# Weber / Redline vs Neuspeed throttle big body / Audi 5000?



## werksberg (Nov 20, 2007)

Weber / Redline vs Neuspeed throttle big body / Audi 5000?
Has anyone use them? Pro and cons? Street or race only?
Weber / Redline: Single large bore / low speed problems?
Neuspeed (?) modified Audi 5000 throttle body...progressive but larger secondarys....better yet?
Stock 8V right now, Scirocco, but....street track car soon.
Thank you, JM.


----------



## antichristonwheels (Jun 14, 2001)

*Re: Weber / Redline vs Neuspeed throttle big body / Audi 5000? (werksberg)*

If you do anything, go with the Audi or Nuespeed TB They are the same and plentiful and cheap.

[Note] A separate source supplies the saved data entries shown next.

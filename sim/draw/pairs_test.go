package draw_test

import (
	"fmt"
	"math"
	"math/bits"
	"testing"

	"wane/sim/draw"
)

// smallKeys are the raw keys that a person types, and that an unhashed
// generator fails on.
var smallKeys = []uint64{0, 1, 2, 99, 12345}

// A source names draw i of one of two sequences that should be independent.
type source func(i uint64) uint64

// pairDeviate returns the chi-square deviate, in sigma, of the 64 x 64 table of
// the six bits above shift of a and b.
func pairDeviate(a, b source, n int, shift uint) float64 {
	counts := make([]int, 4096)
	for i := range uint64(n) {
		counts[(a(i)>>shift&63)<<6|b(i)>>shift&63]++
	}
	return chiSquareDeviate(counts, n)
}

// flipDeviate returns the deviate of the number of equal bits of a and b.
func flipDeviate(a, b source, n int) float64 {
	ones := 0
	for i := range uint64(n) {
		ones += bits.OnesCount64(a(i) ^ b(i))
	}
	return (float64(ones) - 32*float64(n)) / math.Sqrt(16*float64(n))
}

func TestNeighboursAreIndependent(t *testing.T) {
	n := 1 << 18
	if testing.Short() {
		n = 1 << 15
	}
	for _, seed := range smallKeys {
		for _, realisation := range smallKeys {
			s := draw.New(seed, realisation, "evaporation")
			base := func(i uint64) uint64 { return s.Bits(i, 0, 0) }
			bits := func(o draw.Stream) source { return func(i uint64) uint64 { return o.Bits(i, 0, 0) } }
			others := map[string]source{
				"next object":          func(i uint64) uint64 { return s.Bits(i+1, 0, 0) },
				"object 1000 on":       func(i uint64) uint64 { return s.Bits(i+1000, 0, 0) },
				"next draw":            func(i uint64) uint64 { return s.Bits(i, 0, 1) },
				"next generation":      func(i uint64) uint64 { return s.Bits(i, 1, 0) },
				"next object and draw": func(i uint64) uint64 { return s.Bits(i+1, 0, 1) },
				"next seed":            bits(draw.New(seed+1, realisation, "evaporation")),
				"next realisation":     bits(draw.New(seed, realisation+1, "evaporation")),
				"next of both keys":    bits(draw.New(seed+1, realisation+1, "evaporation")),
				"process one letter":   bits(draw.New(seed, realisation, "evaporatioo")),
				"nameless process":     bits(draw.New(seed, realisation, "")),
			}
			for name, other := range others {
				where := fmt.Sprintf("seed %d, realisation %d, %s", seed, realisation, name)
				for _, shift := range []uint{0, 11, 58} { // low bits, low bits of a uniform, high bits
					if z := pairDeviate(base, other, n, shift); math.Abs(z) > fiveSigma {
						t.Errorf("%s: pairs of bits from %d off by %.1f sigma", where, shift, z)
					}
				}
				if z := flipDeviate(base, other, n); math.Abs(z) > fiveSigma {
					t.Errorf("%s: equal bits off by %.1f sigma", where, z)
				}
			}
		}
	}
}

// Sequences that run along the draw number, the generation or the realisation
// must be as good as those that run along objects.
func TestSerialCorrelationAlongEveryPartOfTheName(t *testing.T) {
	const n = 1 << 18
	s := draw.New(0, 0, "capture")
	along := map[string]func(i uint64) float64{
		"object":      func(i uint64) float64 { return s.Uniform(i, 0, 0) },
		"number":      func(i uint64) float64 { return s.Uniform(1, 0, uint32(i)) },
		"generation":  func(i uint64) float64 { return s.Uniform(1, uint32(i), 0) },
		"realisation": func(i uint64) float64 { return draw.New(0, i, "capture").Uniform(1, 0, 0) },
		"seed":        func(i uint64) float64 { return draw.New(i, 0, "capture").Uniform(1, 0, 0) },
	}
	for name, u := range along {
		for _, lag := range []uint64{1, 2, 3, 7, 64, 4096} {
			sum, mean := 0.0, 0.0
			for i := range uint64(n) {
				sum += (u(i) - 0.5) * (u(i+lag) - 0.5)
				mean += u(i) - 0.5
			}
			// A product of two centred uniforms has standard deviation 1/12.
			if z := sum * 12 / math.Sqrt(n); math.Abs(z) > fiveSigma {
				t.Errorf("along %s, lag %d: off by %.1f sigma", name, lag, z)
			}
			if z := mean * math.Sqrt(12.0/n); math.Abs(z) > fiveSigma {
				t.Errorf("along %s: mean off by %.1f sigma", name, z)
			}
		}
	}
}

// 2^20 draws of 64 bits should hold no equal pair (3e-8 expected).
func TestNoRepeats(t *testing.T) {
	s, seen := draw.New(1, 1, "repeat"), make(map[uint64]bool, 1<<20)
	for i := range uint64(1 << 20) {
		b := s.Bits(i>>2, uint32(i>>1&1), uint32(i&1))
		if seen[b] {
			t.Fatalf("draw %d repeats %#x", i, b)
		}
		seen[b] = true
	}
}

In the big EC 16V hotrod article, Jeff Moss estimated their oversized secondary TBs produced about 3HP at the wheels across the board. This was on a big 16V. You stand to gain very little from the change. Spend time/money elsewhere on displacement ala 2.0 ABA bottom end and the head.


----------



## werksberg (Nov 20, 2007)

*Re: Weber / Redline vs Neuspeed throttle big body / Audi 5000? (antichristonwheels)*

Thank you for your reply.
I was thinking the Audi 5000 would be better for street and track use with the stage butterflies. I guess I'll keep an eye out for one at the wrecking yards and see how to stage it better.
There's a guy selling them on greedbay for $125+ but it sounds like a old 5000 only T. body....but calls them Neuspeed's....


----------



## ABA Scirocco (May 30, 2001)

*Re: Weber / Redline vs Neuspeed throttle big body / Audi 5000? (werksberg)*

A2 Golfs and Jettas have throttle bodies that are the same size as the Audi 5000, the linkage however is different. The Scirocco linkage can be easily swapped on to SOME A2 throttle bodies, the thing to look for is a throttle body with has the same length of exposed shaft on the primary throttle plate. This is the dimension I'm refering to.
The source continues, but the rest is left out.